**WORK INSTRUCTION**
The word "again" marks the lines to keep; find each one in the data and copy it.

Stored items
*** Block opens ***

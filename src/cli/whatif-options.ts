import type { Command } from 'commander';
import type { LadderStep } from '../estimate/scatter-step.ts';
import { type FrequencyRange, frequencyText } from '../quantity/frequency.ts';
import { LADDER_STEPS, type StepFigure } from '../whatif/assumed-scatter.ts';
import { type BenchTimes, DEFAULT_TIMES } from '../whatif/costs.ts';
import { CRITERIA, type Criterion } from '../whatif/criterion.ts';
import type { UnitPair } from '../whatif/design.ts';
import { PATTERNS, type PatternName } from '../whatif/patterns.ts';
import { UsageError } from './usage-error.ts';
import {
  bandOf,
  FIGURE_EXPECTED,
  frequencyList,
  listOr,
  numberOf,
  pairOf,
  patternsOf,
  stepFigure,
  unitsOf,
} from './whatif-values.ts';

/** What the command line of `whatif` asks for. */
export interface WhatifRequest {
  readonly designs: readonly string[];
  readonly units: readonly string[] | undefined;
  readonly patterns: readonly PatternName[];
  readonly seatings: number;
  readonly repeats: number;
  readonly from: string | undefined;
  /** Of the run; absent for all frequencies. */
  readonly band: FrequencyRange | undefined;
  readonly model: 'auto' | 'reciprocal' | 'directional';
  /** Absent steps are assumed. */
  readonly scatter: Partial<Record<LadderStep, StepFigure>>;
  readonly effect: number | undefined;
  readonly times: BenchTimes;
  readonly timesAreAssumed: boolean;
  readonly add: number | undefined;
  readonly budget: number | undefined;
  readonly criterion: Criterion;
  readonly forbidden: readonly UnitPair[];
  readonly again: boolean;
  readonly order: boolean;
  /** Whether both units are mounted anew for every pair. */
  readonly fresh: boolean;
  readonly control: UnitPair | undefined;
  readonly sheet: string | undefined;
  /** Hertz. */
  readonly frequencies: readonly number[];
  readonly rehearse: number | undefined;
  /** dB; absent: twice the largest smallest shift. */
  readonly fault: number | undefined;
  readonly seed: number;
  readonly coverage: number;
  readonly risk: number;
  readonly out: string | undefined;
  readonly json: boolean;
  readonly quiet: boolean;
  /** As typed, for the record. */
  readonly typed: Readonly<Record<string, unknown>>;
}

/** Adds the options of `whatif`. */
export function addWhatifOptions(command: Command): Command {
  return command
    .argument('[DESIGN...]', 'CSV files of pairs: emitter, receiver, and seatings, repeats, minutes, forbidden, …')
    .option('--units <N|A,B,…>', 'how many units there are, or their names')
    .option('--pattern <NAME,…>', `designs by name: ${PATTERNS.join(', ')}`)
    .option('--seatings <M>', 'how often each pair is mounted (default: 1)')
    .option('--repeats <N>', 'takes of each seating (default: 1)')
    .option('--from <RESULT>', 'takes and scatter of an earlier run, which count as made')
    .option('--band <LO..HI>', "bands of the run that count, such as '2 kHz..80 kHz'")
    .option('--model <KIND>', 'reciprocal, directional or auto (default: auto)')
    .option('--repeat-db <DB>', "scatter of a pair taken again; or by bands: '2 kHz..20 kHz=0.1,20 kHz..80 kHz=0.2'")
    .option('--reseat-db <DB>', 'scatter of a pair mounted again; the same forms')
    .option('--partner-db <DB>', 'scatter of pairs about the additive model; the same forms')
    .option('--effect <DB>', 'partner effect whose chance to be found is wanted')
    .option('--add <K>', 'suggest the K best pairs to mount besides')
    .option('--budget-minutes <M>', 'suggest the best takes that fit into so many minutes')
    .option('--for <WHAT>', `best for ${CRITERIA.join(', ')} (default: mean)`)
    .option('--forbid <A>B,…>', 'pairs that cannot be taken; may be repeated', collect)
    .option('--again', 'suggested pairs may be mounted more than once')
    .option('--order', 'order the takes so that little is mounted between them')
    .option('--fresh', 'both units are mounted anew for every pair, even if one stands there already')
    .option('--control <A>B>', 'take this pair at start, middle and end as well')
    .option('--sheet <CSV>', 'write a run sheet, and a page to print beside it')
    .option('--at <FREQUENCIES>', "frequencies of the sheet, such as '1 kHz,2 kHz'; else each take names a file")
    .option('--rehearse <N>', 'simulate the design N times and solve it')
    .option('--fault <DB>', 'shift of one take that a rehearsal plants')
    .option('--take-minutes <MIN>', `minutes of a take (default: ${DEFAULT_TIMES.take})`)
    .option('--reseat-minutes <MIN>', `minutes to mount one unit (default: ${DEFAULT_TIMES.reseat})`)
    .option('--coverage <P>', 'coverage probability of a rehearsal (default: 0.95)')
    .option('--risk <P>', 'chance of a false alarm in a bench with nothing wrong (default: 0.05)')
    .option('--seed <N>', 'of searches and rehearsals; the same seed gives the same answer (default: 1)')
    .option('--out <DIR>', 'write the design and its figures as tables to this new folder')
    .option('--json', 'print JSON instead of text')
    .option('--quiet', 'no summary and no progress');
}

function collect(value: string, before: readonly string[] | undefined): readonly string[] {
  return [...(before ?? []), value];
}

const MOST_TIMES = 100;
const MOST_ADDED = 400;
const MOST_RUNS = 10_000;

/**
 * Checks what was typed.
 * @throws UsageError with everything that cannot be understood.
 */
export function readWhatifRequest(
  designs: readonly string[],
  values: Readonly<Record<string, unknown>>,
): WhatifRequest {
  const said: string[] = [];
  const say = (name: string, found: unknown, expected: string, example: string) =>
    said.push(`--${name}: found ${JSON.stringify(found)}; expected ${expected}. Example: --${name} ${example}`);
  const number = (name: string, key: string, isFit: (value: number) => boolean, expected: string, example: string) => {
    const typed = values[key];
    if (typed === undefined) return undefined;
    const value = numberOf(typed);
    if (value !== undefined && isFit(value)) return value;
    say(name, typed, expected, example);
    return undefined;
  };
  const whole = (name: string, key: string, least: number, most: number, example: string) =>
    number(
      name,
      key,
      (value) => Number.isInteger(value) && value >= least && value <= most,
      `a whole number from ${least} to ${most}`,
      example,
    );
  const word = <Word extends string>(name: string, key: string, words: readonly Word[], otherwise: Word): Word => {
    const typed = values[key];
    if (typed === undefined) return otherwise;
    const found = words.find((candidate) => candidate === typed);
    if (found === undefined) say(name, typed, listOr(words), words[0]!);
    return found ?? otherwise;
  };
  const name = (option: string, key: string, example: string) => {
    const typed = values[key];
    if (typeof typed !== 'string') return undefined;
    if (typed.trim() !== '' && !typed.startsWith('--')) return typed;
    say(option, typed, 'a name', example);
    return undefined;
  };
  const minutes = (option: string, key: string) =>
    number(option, key, (value) => value >= 0, 'minutes, 0 or more', '5');

  const scatter: Partial<Record<LadderStep, StepFigure>> = {};
  for (const step of LADDER_STEPS) {
    const typed = values[`${step}Db`];
    if (typeof typed !== 'string') continue;
    const figure = stepFigure(typed);
    if (figure === undefined) say(`${step}-db`, typed, FIGURE_EXPECTED, `'2 kHz..20 kHz=0.1,20 kHz..80 kHz=0.2'`);
    else scatter[step] = figure;
  }
  const take = minutes('take-minutes', 'takeMinutes');
  const reseat = minutes('reseat-minutes', 'reseatMinutes');
  const units = unitsOf(values.units, say);
  const patterns = patternsOf(values.pattern, say);
  const control = typeof values.control === 'string' ? pairOf(values.control) : undefined;
  if (values.control !== undefined && control === undefined) {
    say('control', values.control, 'two different units with > between them', "'S1>S2'");
  }
  const forbidden: UnitPair[] = [];
  for (const text of (values.forbid as readonly string[] | undefined) ?? []) {
    for (const part of text.split(',')) {
      const pair = pairOf(part);
      if (pair === undefined) say('forbid', part, 'two different units with > between them', "'S1>S2,S1>S3'");
      else forbidden.push(pair);
    }
  }
  const band = bandOf(values.band, say);
  const frequencies = typeof values.at === 'string' ? frequencyList(values.at) : [];
  if (frequencies === undefined) say('at', values.at, 'different frequencies with their units', "'1 kHz,2 kHz,4 kHz'");
  const request: WhatifRequest = {
    designs,
    units,
    patterns,
    seatings: whole('seatings', 'seatings', 1, MOST_TIMES, '2') ?? 1,
    repeats: whole('repeats', 'repeats', 1, MOST_TIMES, '2') ?? 1,
    from: name('from', 'from', 'result'),
    band,
    model: word('model', 'model', ['auto', 'reciprocal', 'directional'] as const, 'auto'),
    scatter,
    effect: number('effect', 'effect', (value) => value > 0, 'an effect in dB, above 0', '1'),
    times: { take: take ?? DEFAULT_TIMES.take, reseat: reseat ?? DEFAULT_TIMES.reseat },
    timesAreAssumed: take === undefined || reseat === undefined,
    add: whole('add', 'add', 1, MOST_ADDED, '3'),
    budget: number('budget-minutes', 'budgetMinutes', (value) => value > 0, 'minutes, above 0', '240'),
    criterion: word('for', 'for', CRITERIA, 'mean'),
    forbidden,
    again: values.again === true,
    order: values.order === true,
    fresh: values.fresh === true,
    control,
    sheet: name('sheet', 'sheet', 'sheet.csv'),
    frequencies: frequencies ?? [],
    rehearse: whole('rehearse', 'rehearse', 1, MOST_RUNS, '100'),
    fault: number('fault', 'fault', (value) => value > 0, 'a shift in dB, above 0', '3'),
    seed: whole('seed', 'seed', 0, 2 ** 31 - 1, '1') ?? 1,
    coverage:
      number('coverage', 'coverage', (p) => p > 0 && p < 1, 'a probability above 0 and below 1', '0.95') ?? 0.95,
    risk: number('risk', 'risk', (p) => p > 0 && p < 0.5, 'a probability above 0 and below 0.5', '0.05') ?? 0.05,
    out: name('out', 'out', 'plan'),
    json: values.json === true,
    quiet: values.quiet === true,
    typed: Object.fromEntries(Object.entries({ designs, ...values }).filter(([, value]) => value !== undefined)),
  };
  said.push(...togetherTroubles(request));
  if (said.length > 0) throw new UsageError(said);
  return request;
}

/** What each option allows and another one does not. */
function togetherTroubles(request: WhatifRequest): string[] {
  const { designs, patterns, from, band, add, budget, sheet, frequencies, rehearse, control, order, fresh, fault } =
    request;
  const said: string[] = [];
  const suggests = add !== undefined || budget !== undefined;
  const named = designs.length + patterns.length;
  for (const file of designs) {
    if (file.trim() === '') said.push(`DESIGN: found ${JSON.stringify(file)}; expected a file name.`);
  }
  const hasUnits = request.typed.units !== undefined;
  if (named === 0 && from === undefined && !(hasUnits && suggests)) {
    said.push(
      !hasUnits
        ? 'DESIGN: found none; expected a CSV of pairs, --units with --pattern, or --from. Example: oddloop whatif --units 6 --pattern all'
        : '--units: found no pattern with it; expected --pattern, --add or --budget-minutes. Example: oddloop whatif --units 6 --pattern all',
    );
  }
  if (patterns.length > 0 && !hasUnits) {
    said.push('--pattern: found no number of units; expected --units. Example: --units 6 --pattern all');
  }
  if (add !== undefined && budget !== undefined) {
    said.push('--add and --budget-minutes: found both; expected one of them: a number of takes, or minutes to fill.');
  }
  const single = [
    ...(add === undefined ? [] : ['--add']),
    ...(budget === undefined ? [] : ['--budget-minutes']),
    ...(sheet === undefined ? [] : ['--sheet']),
    ...(order ? ['--order'] : []),
    ...(control === undefined ? [] : ['--control']),
    ...(rehearse === undefined ? [] : ['--rehearse']),
  ];
  if (named > 1 && single.length > 0) {
    said.push(`${single.join(', ')}: found ${named} designs; expected one, since this is about a single design.`);
  }
  if (from !== undefined && named > 0) {
    said.push('--from: found a design beside it; expected the run alone. Leave DESIGN and --pattern out.');
  }
  if (band !== undefined && from === undefined) {
    said.push('--band: found no run; expected --from, whose bands it chooses from.');
  }
  if (frequencies.length > 0 && sheet === undefined) {
    said.push('--at: found no sheet; expected --sheet. Example: --sheet sheet.csv --at 1kHz,2kHz');
  }
  if (sheet !== undefined && !sheet.toLowerCase().endsWith('.csv')) {
    said.push(`--sheet: found ${JSON.stringify(sheet)}; expected a name that ends in .csv. Example: --sheet sheet.csv`);
  }
  if (order && fresh) {
    said.push(
      '--order and --fresh: found both; expected one of them: with every unit mounted anew no order is better.',
    );
  }
  if (fault !== undefined && rehearse === undefined) {
    said.push('--fault: found no rehearsal; expected --rehearse. Example: --rehearse 100 --fault 3');
  }
  return said;
}

/** A stretch that a step has no figure for, in words. */
export function missingText(step: LadderStep, from: number, to: number): string {
  return `--${step}-db: found no figure for ${frequencyText(from)} to ${frequencyText(to)}; expected one for every band that another step has.`;
}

*** Block closes ***

**REPLY**
  readonly again: boolean;
    .option('--repeat-db <DB>', "scatter of a pair taken again; or by bands: '2 kHz..20 kHz=0.1,20 kHz..80 kHz=0.2'")
    .option('--reseat-db <DB>', 'scatter of a pair mounted again; the same forms')
    .option('--again', 'suggested pairs may be mounted more than once')
    again: values.again === true,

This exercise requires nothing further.